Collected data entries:
<<<<
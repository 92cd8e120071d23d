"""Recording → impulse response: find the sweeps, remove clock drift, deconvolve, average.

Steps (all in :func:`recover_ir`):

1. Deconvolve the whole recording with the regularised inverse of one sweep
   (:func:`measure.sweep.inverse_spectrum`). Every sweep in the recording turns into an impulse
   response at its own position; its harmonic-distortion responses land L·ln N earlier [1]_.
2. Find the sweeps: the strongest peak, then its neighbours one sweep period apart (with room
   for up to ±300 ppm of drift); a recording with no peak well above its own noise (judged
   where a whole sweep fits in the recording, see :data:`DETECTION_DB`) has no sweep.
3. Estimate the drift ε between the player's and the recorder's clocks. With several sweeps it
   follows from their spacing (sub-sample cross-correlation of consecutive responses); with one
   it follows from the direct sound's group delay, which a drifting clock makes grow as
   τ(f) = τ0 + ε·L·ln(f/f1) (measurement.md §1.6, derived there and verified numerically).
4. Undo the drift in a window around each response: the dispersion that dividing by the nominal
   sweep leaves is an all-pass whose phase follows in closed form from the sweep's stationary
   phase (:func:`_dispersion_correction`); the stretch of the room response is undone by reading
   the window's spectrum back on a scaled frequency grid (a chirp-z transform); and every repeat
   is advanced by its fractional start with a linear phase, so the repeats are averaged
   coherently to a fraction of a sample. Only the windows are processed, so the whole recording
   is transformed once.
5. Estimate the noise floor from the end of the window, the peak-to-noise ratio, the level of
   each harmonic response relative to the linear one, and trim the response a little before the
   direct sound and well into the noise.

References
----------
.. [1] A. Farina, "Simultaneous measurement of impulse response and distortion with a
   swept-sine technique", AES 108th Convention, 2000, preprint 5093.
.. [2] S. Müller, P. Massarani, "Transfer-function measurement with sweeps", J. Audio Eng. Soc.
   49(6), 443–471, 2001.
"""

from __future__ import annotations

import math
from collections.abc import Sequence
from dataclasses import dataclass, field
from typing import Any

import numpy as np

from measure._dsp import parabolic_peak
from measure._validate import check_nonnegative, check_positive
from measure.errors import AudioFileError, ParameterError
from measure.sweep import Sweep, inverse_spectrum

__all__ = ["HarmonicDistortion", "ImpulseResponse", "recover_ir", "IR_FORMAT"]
>>>>
<<<<
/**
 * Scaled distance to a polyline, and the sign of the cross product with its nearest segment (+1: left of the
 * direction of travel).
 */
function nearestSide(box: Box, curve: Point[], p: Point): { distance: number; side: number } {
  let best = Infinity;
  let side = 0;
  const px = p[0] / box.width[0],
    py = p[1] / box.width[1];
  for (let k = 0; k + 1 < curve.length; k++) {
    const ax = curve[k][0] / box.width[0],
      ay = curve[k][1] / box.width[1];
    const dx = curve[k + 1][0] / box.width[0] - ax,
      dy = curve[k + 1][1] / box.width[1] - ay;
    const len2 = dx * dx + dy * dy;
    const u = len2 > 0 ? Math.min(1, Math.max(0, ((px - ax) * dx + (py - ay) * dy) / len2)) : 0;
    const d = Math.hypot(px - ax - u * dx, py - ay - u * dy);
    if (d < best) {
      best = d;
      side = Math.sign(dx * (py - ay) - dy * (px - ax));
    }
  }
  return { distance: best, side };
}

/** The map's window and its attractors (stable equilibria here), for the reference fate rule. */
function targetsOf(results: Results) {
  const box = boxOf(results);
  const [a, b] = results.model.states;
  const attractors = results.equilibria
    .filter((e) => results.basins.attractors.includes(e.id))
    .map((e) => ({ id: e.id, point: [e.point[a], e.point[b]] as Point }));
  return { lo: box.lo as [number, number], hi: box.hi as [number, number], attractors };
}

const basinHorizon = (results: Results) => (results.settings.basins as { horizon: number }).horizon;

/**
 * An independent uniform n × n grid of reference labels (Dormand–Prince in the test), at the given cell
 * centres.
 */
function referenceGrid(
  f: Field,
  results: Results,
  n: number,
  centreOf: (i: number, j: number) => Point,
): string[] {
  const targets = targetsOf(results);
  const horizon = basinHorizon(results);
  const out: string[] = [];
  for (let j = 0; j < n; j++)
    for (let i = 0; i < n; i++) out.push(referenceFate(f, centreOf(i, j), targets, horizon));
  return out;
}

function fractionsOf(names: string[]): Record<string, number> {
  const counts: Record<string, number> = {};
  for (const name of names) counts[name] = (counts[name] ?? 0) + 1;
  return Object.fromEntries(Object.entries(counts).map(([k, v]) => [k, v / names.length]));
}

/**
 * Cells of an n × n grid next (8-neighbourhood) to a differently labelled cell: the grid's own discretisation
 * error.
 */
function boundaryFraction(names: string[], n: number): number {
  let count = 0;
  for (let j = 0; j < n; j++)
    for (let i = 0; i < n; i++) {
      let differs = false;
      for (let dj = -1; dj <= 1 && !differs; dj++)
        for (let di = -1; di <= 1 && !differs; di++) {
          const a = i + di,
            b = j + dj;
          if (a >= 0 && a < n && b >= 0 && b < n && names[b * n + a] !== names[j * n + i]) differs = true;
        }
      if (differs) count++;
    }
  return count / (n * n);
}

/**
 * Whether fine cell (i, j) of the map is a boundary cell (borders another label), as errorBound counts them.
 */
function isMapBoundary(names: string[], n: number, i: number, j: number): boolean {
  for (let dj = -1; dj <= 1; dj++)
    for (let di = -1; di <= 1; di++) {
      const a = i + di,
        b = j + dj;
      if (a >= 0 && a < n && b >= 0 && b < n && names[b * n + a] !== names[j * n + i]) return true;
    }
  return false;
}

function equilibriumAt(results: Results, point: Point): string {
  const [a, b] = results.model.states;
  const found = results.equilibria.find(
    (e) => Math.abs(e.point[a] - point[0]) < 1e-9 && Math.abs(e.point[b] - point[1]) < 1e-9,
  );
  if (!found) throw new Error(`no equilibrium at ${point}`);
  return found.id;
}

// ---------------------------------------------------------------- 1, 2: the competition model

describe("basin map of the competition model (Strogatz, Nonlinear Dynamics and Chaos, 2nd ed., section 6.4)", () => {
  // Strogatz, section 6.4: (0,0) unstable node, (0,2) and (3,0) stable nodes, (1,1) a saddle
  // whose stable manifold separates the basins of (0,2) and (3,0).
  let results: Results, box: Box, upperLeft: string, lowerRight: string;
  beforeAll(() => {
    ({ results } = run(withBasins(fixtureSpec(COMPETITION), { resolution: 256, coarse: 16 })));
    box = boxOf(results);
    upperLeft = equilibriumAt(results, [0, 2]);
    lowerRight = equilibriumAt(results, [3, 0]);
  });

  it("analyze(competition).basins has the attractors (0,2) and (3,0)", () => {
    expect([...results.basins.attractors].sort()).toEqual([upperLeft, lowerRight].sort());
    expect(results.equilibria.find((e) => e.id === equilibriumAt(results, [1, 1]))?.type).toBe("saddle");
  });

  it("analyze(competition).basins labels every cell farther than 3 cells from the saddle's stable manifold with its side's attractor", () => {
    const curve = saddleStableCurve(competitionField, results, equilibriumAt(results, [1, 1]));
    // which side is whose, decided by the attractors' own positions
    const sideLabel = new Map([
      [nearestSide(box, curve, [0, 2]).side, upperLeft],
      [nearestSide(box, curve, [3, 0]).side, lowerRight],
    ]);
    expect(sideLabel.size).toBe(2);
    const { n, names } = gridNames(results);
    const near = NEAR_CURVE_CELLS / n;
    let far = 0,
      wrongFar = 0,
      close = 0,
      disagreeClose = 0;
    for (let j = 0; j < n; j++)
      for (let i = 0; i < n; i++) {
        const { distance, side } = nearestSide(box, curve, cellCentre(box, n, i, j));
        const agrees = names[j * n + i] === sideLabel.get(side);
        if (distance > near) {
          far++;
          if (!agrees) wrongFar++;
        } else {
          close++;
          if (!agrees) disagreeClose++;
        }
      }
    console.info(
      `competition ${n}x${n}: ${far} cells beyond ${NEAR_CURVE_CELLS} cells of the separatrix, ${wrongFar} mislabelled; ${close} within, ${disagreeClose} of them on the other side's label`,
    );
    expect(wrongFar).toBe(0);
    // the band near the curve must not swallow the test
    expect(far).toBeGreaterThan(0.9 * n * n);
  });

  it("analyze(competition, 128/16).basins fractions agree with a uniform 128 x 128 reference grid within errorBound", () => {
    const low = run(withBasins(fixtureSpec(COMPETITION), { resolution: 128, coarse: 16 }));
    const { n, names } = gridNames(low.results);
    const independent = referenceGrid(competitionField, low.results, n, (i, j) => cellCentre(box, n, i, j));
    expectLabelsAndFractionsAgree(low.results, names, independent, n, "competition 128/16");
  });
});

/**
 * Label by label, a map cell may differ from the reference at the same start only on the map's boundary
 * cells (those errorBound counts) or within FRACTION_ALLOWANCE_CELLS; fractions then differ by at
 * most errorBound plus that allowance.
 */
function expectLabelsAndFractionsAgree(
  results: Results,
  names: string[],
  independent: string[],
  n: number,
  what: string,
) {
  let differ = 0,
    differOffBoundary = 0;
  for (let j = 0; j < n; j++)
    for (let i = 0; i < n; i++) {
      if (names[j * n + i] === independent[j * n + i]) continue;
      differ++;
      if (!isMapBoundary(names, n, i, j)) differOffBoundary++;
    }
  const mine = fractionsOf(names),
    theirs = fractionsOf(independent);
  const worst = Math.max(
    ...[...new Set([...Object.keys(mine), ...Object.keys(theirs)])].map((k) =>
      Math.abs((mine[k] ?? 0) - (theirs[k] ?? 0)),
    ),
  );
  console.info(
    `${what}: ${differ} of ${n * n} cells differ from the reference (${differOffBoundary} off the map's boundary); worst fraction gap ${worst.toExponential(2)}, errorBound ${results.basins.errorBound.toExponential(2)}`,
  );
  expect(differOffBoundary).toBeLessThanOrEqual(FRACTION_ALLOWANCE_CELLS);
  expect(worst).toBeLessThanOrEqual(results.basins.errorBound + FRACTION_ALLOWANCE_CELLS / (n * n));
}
>>>>
<<<<
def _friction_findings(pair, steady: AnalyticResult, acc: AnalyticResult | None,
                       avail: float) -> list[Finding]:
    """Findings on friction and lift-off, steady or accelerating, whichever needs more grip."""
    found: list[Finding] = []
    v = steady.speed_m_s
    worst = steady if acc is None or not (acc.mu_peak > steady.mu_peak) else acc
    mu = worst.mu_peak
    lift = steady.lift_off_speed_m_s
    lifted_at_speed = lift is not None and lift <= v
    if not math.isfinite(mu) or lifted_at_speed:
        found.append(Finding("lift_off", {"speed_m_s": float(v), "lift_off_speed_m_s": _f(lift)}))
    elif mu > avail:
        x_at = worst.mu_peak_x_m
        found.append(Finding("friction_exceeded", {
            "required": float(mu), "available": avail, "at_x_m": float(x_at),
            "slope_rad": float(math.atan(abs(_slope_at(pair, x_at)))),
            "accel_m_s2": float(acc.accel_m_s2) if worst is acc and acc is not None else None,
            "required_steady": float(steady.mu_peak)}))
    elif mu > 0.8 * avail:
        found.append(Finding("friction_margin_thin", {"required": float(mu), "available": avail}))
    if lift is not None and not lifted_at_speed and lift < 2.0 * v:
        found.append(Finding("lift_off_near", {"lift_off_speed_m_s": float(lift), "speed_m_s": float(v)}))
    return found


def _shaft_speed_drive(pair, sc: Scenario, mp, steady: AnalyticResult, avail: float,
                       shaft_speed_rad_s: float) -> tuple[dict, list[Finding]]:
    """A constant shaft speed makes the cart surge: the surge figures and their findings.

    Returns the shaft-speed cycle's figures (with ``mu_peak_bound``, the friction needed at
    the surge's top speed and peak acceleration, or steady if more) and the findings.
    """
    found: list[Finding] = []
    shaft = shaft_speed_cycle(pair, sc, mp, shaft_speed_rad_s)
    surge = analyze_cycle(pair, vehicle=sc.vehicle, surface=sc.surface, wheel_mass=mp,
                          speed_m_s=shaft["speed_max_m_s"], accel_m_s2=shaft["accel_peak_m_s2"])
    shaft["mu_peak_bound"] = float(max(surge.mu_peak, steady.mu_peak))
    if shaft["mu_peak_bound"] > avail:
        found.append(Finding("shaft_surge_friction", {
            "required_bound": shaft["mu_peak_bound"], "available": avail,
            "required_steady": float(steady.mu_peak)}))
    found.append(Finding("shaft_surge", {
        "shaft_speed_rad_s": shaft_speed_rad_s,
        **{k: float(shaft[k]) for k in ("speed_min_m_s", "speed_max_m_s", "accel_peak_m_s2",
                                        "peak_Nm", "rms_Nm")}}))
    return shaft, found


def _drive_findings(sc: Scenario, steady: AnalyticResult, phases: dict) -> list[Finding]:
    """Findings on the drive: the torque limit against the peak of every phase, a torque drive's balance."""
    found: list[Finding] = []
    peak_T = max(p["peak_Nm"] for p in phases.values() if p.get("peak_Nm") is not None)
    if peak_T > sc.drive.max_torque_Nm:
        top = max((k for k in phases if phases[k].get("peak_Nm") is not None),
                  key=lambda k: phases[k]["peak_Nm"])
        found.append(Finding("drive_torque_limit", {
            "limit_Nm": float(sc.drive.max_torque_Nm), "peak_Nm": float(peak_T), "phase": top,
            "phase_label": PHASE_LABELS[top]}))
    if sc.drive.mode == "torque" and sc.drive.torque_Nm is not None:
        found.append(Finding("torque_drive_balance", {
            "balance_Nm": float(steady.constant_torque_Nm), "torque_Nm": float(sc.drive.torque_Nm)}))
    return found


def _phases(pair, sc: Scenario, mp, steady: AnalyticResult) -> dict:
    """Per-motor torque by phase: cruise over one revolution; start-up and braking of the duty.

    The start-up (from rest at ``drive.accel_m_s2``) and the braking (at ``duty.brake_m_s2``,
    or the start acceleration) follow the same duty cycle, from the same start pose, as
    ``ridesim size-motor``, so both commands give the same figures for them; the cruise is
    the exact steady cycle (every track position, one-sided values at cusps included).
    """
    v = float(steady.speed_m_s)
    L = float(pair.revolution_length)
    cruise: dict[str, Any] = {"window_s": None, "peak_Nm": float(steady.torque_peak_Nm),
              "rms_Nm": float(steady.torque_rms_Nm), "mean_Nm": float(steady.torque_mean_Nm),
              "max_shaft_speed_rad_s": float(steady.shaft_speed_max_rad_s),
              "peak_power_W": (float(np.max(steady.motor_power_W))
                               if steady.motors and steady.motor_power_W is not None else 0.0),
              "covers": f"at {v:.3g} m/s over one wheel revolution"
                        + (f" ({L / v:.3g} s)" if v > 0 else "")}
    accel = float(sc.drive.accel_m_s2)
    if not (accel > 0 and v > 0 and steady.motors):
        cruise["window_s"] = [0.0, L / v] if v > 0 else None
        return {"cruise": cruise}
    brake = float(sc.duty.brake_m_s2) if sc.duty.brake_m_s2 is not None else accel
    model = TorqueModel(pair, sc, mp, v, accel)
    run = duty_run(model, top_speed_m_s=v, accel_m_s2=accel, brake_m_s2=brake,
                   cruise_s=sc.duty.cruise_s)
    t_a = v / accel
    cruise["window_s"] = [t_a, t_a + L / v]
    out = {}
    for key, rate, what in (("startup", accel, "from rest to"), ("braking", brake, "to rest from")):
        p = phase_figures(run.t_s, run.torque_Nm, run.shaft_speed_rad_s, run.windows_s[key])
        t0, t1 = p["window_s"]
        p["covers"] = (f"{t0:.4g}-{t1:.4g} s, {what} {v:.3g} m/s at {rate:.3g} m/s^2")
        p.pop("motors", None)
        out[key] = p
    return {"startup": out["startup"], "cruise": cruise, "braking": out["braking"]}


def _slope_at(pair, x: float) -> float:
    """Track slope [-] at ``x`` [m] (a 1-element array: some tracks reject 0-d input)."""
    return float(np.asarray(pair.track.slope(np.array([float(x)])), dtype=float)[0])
>>>>
PROMPT ::
The output should be exactly the lines above from the line containing "repository 92cd8e120071d23d" to the line containing "response at its", inclusive, with no other lines.

TASK ANSWER ::
repository 92cd8e120071d23d
"""Recording → impulse response: find the sweeps, remove clock drift, deconvolve, average.

Steps (all in :func:`recover_ir`):

1. Deconvolve the whole recording with the regularised inverse of one sweep
   (:func:`measure.sweep.inverse_spectrum`). Every sweep in the recording turns into an impulse
   response at its own position; its harmonic-distortion responses land L·ln N earlier [1]_.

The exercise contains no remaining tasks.